● **WORK INSTRUCTION**: In the entries that follow, find every line containing "maxIm" and copy it.
====== RECORDS FOR THIS TASK ======
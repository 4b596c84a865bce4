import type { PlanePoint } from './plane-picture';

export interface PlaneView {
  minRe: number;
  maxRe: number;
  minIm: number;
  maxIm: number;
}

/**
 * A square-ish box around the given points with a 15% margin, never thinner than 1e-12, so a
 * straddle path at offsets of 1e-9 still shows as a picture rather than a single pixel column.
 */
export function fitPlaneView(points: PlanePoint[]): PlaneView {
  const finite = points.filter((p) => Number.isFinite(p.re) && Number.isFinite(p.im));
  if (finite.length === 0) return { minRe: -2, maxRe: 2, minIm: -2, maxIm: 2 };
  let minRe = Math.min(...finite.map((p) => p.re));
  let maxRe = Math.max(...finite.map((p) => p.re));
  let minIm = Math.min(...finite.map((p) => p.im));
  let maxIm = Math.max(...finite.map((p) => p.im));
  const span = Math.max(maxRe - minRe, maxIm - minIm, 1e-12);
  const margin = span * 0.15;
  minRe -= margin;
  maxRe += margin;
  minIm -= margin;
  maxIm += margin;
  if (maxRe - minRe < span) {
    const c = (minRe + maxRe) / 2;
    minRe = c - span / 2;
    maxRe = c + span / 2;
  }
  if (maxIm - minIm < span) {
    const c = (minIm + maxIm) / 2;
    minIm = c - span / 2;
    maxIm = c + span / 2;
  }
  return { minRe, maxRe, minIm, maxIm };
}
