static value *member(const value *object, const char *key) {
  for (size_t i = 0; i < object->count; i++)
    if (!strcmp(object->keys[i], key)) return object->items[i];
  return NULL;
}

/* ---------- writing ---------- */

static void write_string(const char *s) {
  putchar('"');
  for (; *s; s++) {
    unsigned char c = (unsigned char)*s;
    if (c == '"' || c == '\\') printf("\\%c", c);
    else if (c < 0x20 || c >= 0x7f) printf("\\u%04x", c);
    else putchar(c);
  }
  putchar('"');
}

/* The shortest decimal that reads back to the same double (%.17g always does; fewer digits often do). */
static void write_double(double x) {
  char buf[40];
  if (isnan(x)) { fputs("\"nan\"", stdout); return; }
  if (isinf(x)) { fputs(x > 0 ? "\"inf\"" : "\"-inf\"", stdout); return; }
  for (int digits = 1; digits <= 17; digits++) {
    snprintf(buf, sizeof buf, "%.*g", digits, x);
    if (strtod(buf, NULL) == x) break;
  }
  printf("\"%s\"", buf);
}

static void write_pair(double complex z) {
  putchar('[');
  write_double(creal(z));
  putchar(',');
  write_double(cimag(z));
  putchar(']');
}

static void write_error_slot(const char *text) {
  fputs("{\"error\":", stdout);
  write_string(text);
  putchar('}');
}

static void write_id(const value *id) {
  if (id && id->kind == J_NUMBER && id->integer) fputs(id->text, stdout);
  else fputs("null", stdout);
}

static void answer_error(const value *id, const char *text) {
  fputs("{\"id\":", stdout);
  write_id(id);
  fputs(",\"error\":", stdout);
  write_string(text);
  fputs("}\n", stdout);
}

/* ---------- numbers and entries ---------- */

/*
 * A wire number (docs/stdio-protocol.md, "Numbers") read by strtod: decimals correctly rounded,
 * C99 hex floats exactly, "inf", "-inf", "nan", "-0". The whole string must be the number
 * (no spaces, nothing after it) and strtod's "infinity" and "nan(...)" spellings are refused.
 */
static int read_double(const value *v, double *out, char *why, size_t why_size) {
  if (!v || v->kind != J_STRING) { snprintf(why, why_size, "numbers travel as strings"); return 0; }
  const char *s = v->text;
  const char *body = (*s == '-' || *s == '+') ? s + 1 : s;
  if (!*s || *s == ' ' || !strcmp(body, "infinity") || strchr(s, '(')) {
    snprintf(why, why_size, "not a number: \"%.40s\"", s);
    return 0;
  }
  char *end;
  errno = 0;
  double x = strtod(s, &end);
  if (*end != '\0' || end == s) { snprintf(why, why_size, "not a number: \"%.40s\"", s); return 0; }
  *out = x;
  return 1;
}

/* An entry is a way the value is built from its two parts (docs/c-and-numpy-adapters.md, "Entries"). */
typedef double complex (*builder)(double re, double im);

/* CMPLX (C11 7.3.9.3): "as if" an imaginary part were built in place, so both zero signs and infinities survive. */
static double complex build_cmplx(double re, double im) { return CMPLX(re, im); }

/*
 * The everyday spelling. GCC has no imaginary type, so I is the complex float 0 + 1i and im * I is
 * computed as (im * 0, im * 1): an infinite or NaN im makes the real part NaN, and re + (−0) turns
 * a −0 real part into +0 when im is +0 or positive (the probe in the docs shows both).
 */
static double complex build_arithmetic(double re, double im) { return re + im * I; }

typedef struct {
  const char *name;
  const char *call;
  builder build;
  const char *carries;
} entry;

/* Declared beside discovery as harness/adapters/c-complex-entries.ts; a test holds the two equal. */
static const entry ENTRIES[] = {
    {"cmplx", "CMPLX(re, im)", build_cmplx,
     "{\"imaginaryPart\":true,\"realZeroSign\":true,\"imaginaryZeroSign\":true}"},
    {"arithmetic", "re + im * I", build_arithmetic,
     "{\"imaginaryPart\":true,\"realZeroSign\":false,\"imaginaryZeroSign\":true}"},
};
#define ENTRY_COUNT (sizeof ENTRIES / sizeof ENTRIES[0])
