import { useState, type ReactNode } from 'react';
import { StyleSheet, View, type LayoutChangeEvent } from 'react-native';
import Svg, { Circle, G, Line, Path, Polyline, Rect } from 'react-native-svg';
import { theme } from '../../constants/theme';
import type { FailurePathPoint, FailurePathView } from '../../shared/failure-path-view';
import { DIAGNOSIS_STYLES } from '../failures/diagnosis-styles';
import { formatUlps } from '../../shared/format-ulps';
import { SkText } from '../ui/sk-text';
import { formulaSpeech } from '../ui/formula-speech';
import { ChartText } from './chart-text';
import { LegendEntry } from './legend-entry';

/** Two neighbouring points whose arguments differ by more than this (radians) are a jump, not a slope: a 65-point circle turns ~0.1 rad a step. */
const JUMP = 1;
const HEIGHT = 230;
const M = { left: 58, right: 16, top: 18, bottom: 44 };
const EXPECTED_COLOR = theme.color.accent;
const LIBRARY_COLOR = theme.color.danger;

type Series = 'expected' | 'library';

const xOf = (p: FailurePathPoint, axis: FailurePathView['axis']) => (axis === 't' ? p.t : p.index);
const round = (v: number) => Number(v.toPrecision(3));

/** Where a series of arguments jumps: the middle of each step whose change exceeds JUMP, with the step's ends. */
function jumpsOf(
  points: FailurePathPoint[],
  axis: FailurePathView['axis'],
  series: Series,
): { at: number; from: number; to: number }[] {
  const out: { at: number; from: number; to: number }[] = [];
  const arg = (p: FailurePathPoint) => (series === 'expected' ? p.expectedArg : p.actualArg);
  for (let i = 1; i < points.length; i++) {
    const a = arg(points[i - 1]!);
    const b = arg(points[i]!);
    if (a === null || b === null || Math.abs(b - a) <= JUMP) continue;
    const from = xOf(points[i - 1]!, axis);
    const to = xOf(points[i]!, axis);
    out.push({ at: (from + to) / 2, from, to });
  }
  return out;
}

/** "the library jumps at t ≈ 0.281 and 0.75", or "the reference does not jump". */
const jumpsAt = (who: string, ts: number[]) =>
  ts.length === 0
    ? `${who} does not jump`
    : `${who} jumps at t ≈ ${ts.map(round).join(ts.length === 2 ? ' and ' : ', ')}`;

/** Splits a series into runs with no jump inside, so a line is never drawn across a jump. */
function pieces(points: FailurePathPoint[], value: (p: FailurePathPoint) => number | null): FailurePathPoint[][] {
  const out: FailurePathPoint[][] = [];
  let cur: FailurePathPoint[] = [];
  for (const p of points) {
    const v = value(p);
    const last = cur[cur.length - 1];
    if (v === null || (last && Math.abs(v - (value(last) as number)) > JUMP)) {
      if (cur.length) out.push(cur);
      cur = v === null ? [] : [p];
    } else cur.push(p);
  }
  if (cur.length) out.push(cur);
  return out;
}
======
● **RESULT**:
  maxIm: number;
  if (finite.length === 0) return { minRe: -2, maxRe: 2, minIm: -2, maxIm: 2 };
  let maxIm = Math.max(...finite.map((p) => p.im));
  const span = Math.max(maxRe - minRe, maxIm - minIm, 1e-12);
  maxIm += margin;
  if (maxIm - minIm < span) {
    const c = (minIm + maxIm) / 2;
    maxIm = c + span / 2;
  return { minRe, maxRe, minIm, maxIm };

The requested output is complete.